──────── DATA FOR THE TASK

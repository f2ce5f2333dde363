"""The ``engineering`` object of the JSON report (docs/report-format.md, engineering):
envelope, sections, member checks, self-weight, deflections and moving loads.

Units: forces in the force unit (tension positive), stations and displacements in
drawing units, member lengths in metres, stresses in Pa, sections in SI.
"""

from __future__ import annotations

from typing import TYPE_CHECKING, Any

import numpy as np

from ..checks import CHECKS_CAUTION
from ..model import joint_id, member_id
from ..units import STANDARD_GRAVITY

if TYPE_CHECKING:
    from ..result import Result

#: members listed as governing in the envelope
GOVERNING = 10


def _num(x: Any) -> float | None:
    from .json import _num as num

    return num(x)


def _nums(values: Any) -> list[float | None]:
    """:func:`_num` of every element, each distinct value formatted once (json._nums)."""
    from .json import _nums as nums

    return nums(values)


def _dirs(values: np.ndarray) -> list[int | None]:
    """A direction (+1 / -1) per element as an int, None where not finite."""
    ok = np.isfinite(values)
    ints = np.where(ok, values, 0).astype(np.int64).tolist()
    return [k if f else None for k, f in zip(ints, ok.tolist(), strict=True)]


def engineering_dict(
    result: Result, pieces: dict[str, str] | None = None, member_ids: list[str] | None = None
) -> dict[str, Any] | None:
    """The ``engineering`` object, or None when the check has no engineering results.
    With ``pieces`` (json._report), the envelope's members are written as JSON text
    into ``pieces`` (the same text json writes, without the per-member dicts);
    ``member_ids``: every member's id (the report's own list, shared, not made again)."""
    eng = result.engineering
    t = result.truss
    if eng is None or not (result.cases or eng.moving):
        return None
    env = eng.envelope
    names = [s.name for s in env.sources]
    ids = member_ids if member_ids is not None else [member_id(e) for e in range(t.n_members)]

    def src(k: int) -> str | None:
        return names[k] if k >= 0 else None

    # column by column, each distinct number formatted once
    idx = np.flatnonzero(np.isfinite(env.tension) | np.isfinite(env.compression))
    tens, comp = env.tension[idx], env.compression[idx]
    t_from = [
        src(k) if pos else None for k, pos in zip(env.tension_source[idx].tolist(), (tens > 0).tolist(), strict=True)
    ]
    c_from = [
        src(k) if neg else None
        for k, neg in zip(env.compression_source[idx].tolist(), (comp < 0).tolist(), strict=True)
    ]
    mids = [ids[e] for e in idx.tolist()]
    numbers = (tens, env.tension_station[idx], comp, env.compression_station[idx])
    if pieces is not None:
        from .json import _piece

        members: Any = _piece(pieces, "envelope members", lambda: _envelope_text(mids, numbers, t_from, c_from))
    else:
        tv, ta, cv, ca = (_nums(a) for a in numbers)
        members = {
            mid: dict(zip(ENVELOPE_KEYS, row, strict=True))
            for mid, *row in zip(mids, tv, t_from, ta, cv, c_from, ca, strict=True)
        }
    reactions = []
    for j, vals, srcs in env.reactions:
        row: dict[str, Any] = {"joint": joint_id(j)}
        for key, v, k in zip(("rx_max", "rx_min", "ry_max", "ry_min"), vals, srcs, strict=True):
            row[key] = _num(v)
            row[key + "_from"] = src(k)
        reactions.append(row)
    out: dict[str, Any] = {
        "caution": CHECKS_CAUTION,
        "sources": [{"kind": s.kind, "name": s.name} for s in env.sources],
        "envelope": {
            "governing": [member_id(e) for e in env.top(GOVERNING)],
            "members": members,
            "reactions": reactions,
        },
        "sections": [_section(s) for s in t.sections],
        "members_without_section": [ids[e] for e in np.flatnonzero(~eng.sections.given).tolist()]
        if eng.sections is not None
        else list(ids),
        "member_checks": _checks(result, ids),
        "self_weight": _self_weight(result),
        "deflections": [
            {
                "case": d.case,
                "part": d.part + 1,
                "joint": joint_id(d.joint),
                "dx": _num(d.dx),
                "dy": _num(d.dy),
                "span": _num(d.span),
                "span_from": d.span_from,
                "span_ratio": _num(d.ratio) if d.ratio is not None else None,
            }
            for d in eng.deflections
        ],
        "moving_loads": [_moving(result, mv) for mv in eng.moving],
    }
    return out


#: the keys of one member of the envelope, in the order written
ENVELOPE_KEYS = ("tension", "tension_from", "tension_at", "compression", "compression_from", "compression_at")


def _envelope_text(
    mids: list[str], numbers: tuple[np.ndarray, ...], t_from: list[str | None], c_from: list[str | None]
) -> str:
    """The envelope's members object as json writes it (compact, see json._dumps):
    ``numbers`` are the tension, its station, the compression and its station."""
    from .json import _encode_string as enc
    from .json import _texts

    names: dict[str | None, str] = {None: "null"}
    for col in (t_from, c_from):
        for name in set(col):
            if name is not None and name not in names:
                names[name] = enc(name)
    keys = [enc(k) for k in ENVELOPE_KEYS]
    tv, ta, cv, ca = (_texts(a) for a in numbers)
    return (
        "{"
        + ",".join(
            f"{enc(mid)}:{{{keys[0]}:{a},{keys[1]}:{names[af]},{keys[2]}:{b},"
            f"{keys[3]}:{c},{keys[4]}:{names[cf]},{keys[5]}:{d}}}"
            for mid, a, af, b, c, cf, d in zip(mids, tv, t_from, ta, cv, c_from, ca, strict=True)
        )
        + "}"
    )


def _section(s: Any) -> dict[str, Any]:
    return {
        "number": s.number,
        "name": s.label,
        "layer": s.layer,
        "members": list(s.members),
        "shape": s.shape,
        "area": _num(s.area),
        "E": _num(s.modulus),
        "I": _num(s.inertia) if s.inertia is not None else None,
        "r": _num(s.radius) if s.radius is not None else None,
        "strength": _num(s.strength) if s.strength is not None else None,
        "density": _num(s.density) if s.density is not None else None,
    }


def _checks(result: Result, ids: list[str]) -> dict[str, Any] | None:
    eng = result.engineering
    assert eng is not None
    ch, ms = eng.checks, eng.sections
    if ch is None or ms is None:
        return None
    t = result.truss
    idx = np.flatnonzero(ms.given)
    labels = [s.label for s in t.sections]
    ratio = ch.ratio[idx]
    over = (np.isfinite(ratio) & (ratio > ch.limit)).tolist()
    cols = [_nums(a[idx]) for a in (ch.length, ch.stress_t, ch.stress_c, ch.euler, ch.slenderness, ch.buckling)]
    cols += [_nums(ch.strength[idx]), _nums(ratio)]
    members = {
        ids[e]: {
            "section": labels[k],
            "length_m": c0,
            "stress_tension": c1,
            "stress_compression": c2,
            "euler": c3,
            "slenderness": c4,
            "buckling_ratio": c5,
            "strength_ratio": c6,
            "ratio": c7,
            "governs": ch.kind[e] or None,
            "over_ratio": o,
        }
        for e, k, c0, c1, c2, c3, c4, c5, c6, c7, o in zip(
            idx.tolist(), ms.index[idx].astype(np.int64).tolist(), *cols, over, strict=True
        )
    }
    return {
        "ratio_limit": _num(ch.limit),
        "slenderness_limit": _num(ch.slenderness_limit) if ch.slenderness_limit is not None else None,
        "effective_length": "the member length between its joints: pin ends, unbraced",
        "members": members,
    }


def _self_weight(result: Result) -> dict[str, Any] | None:
    sw = result.truss.self_weight
    if sw is None:
        return None
    return {
        "case": sw.case,
        "gravity": STANDARD_GRAVITY,
        "total": _num(sum(sw.per_part)),
        "parts": [{"part": k + 1, "name": result.part_name(k), "weight": _num(w)} for k, w in enumerate(sw.per_part)],
        "members_without_density": [member_id(e) for e in sw.missing],
    }


def _moving(result: Result, mv: Any) -> dict[str, Any]:
    ext = mv.extremes
    idx = result.truss.parts[mv.part].members
    extremes = {
        member_id(e): {
            "tension": tv,
            "tension_at": ta,
            "tension_direction": td,
            "compression": cv,
            "compression_at": ca,
            "compression_direction": cd,
        }
        for e, tv, ta, td, cv, ca, cd in zip(
            idx.tolist(),
            _nums(ext.tmax[idx]),
            _nums(ext.tmax_at[idx]),
            _dirs(ext.tmax_dir[idx]),
            _nums(ext.cmin[idx]),
            _nums(ext.cmin_at[idx]),
            _dirs(ext.cmin_dir[idx]),
            strict=True,
        )
    }
    arr = np.asarray(mv.lines, dtype=float)
    width = arr.shape[1] if arr.ndim == 2 else 0
    flat = _nums(arr) if arr.size else []
    lines = {
        member_id(int(e)): flat[k * width : (k + 1) * width] for k, e in enumerate(np.asarray(mv.members).tolist())
    }
    return {
        "name": mv.name,
        "part": mv.part + 1,
        "loads": [_num(v) for v in mv.vehicle.loads],
        "offsets": [_num(v) for v in mv.vehicle.offsets],
        "panel_joints": [joint_id(j) for j in mv.panel_joints],
        "stations": [_num(v) for v in mv.stations.tolist()],
        "positions": mv.positions,
        "influence_lines": {"complete": mv.complete, "lines": lines},
        "extremes": extremes,
    }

────────────────

Please transcribe the records exactly from their first line through the line holding "from ..result import Result", and leave out all others.

= FINISHED EXERCISE =
repository f2ce5f2333dde363
"""The ``engineering`` object of the JSON report (docs/report-format.md, engineering):
envelope, sections, member checks, self-weight, deflections and moving loads.

Units: forces in the force unit (tension positive), stations and displacements in
drawing units, member lengths in metres, stresses in Pa, sections in SI.
"""

from __future__ import annotations

from typing import TYPE_CHECKING, Any

import numpy as np

from ..checks import CHECKS_CAUTION
from ..model import joint_id, member_id
from ..units import STANDARD_GRAVITY

if TYPE_CHECKING:
    from ..result import Result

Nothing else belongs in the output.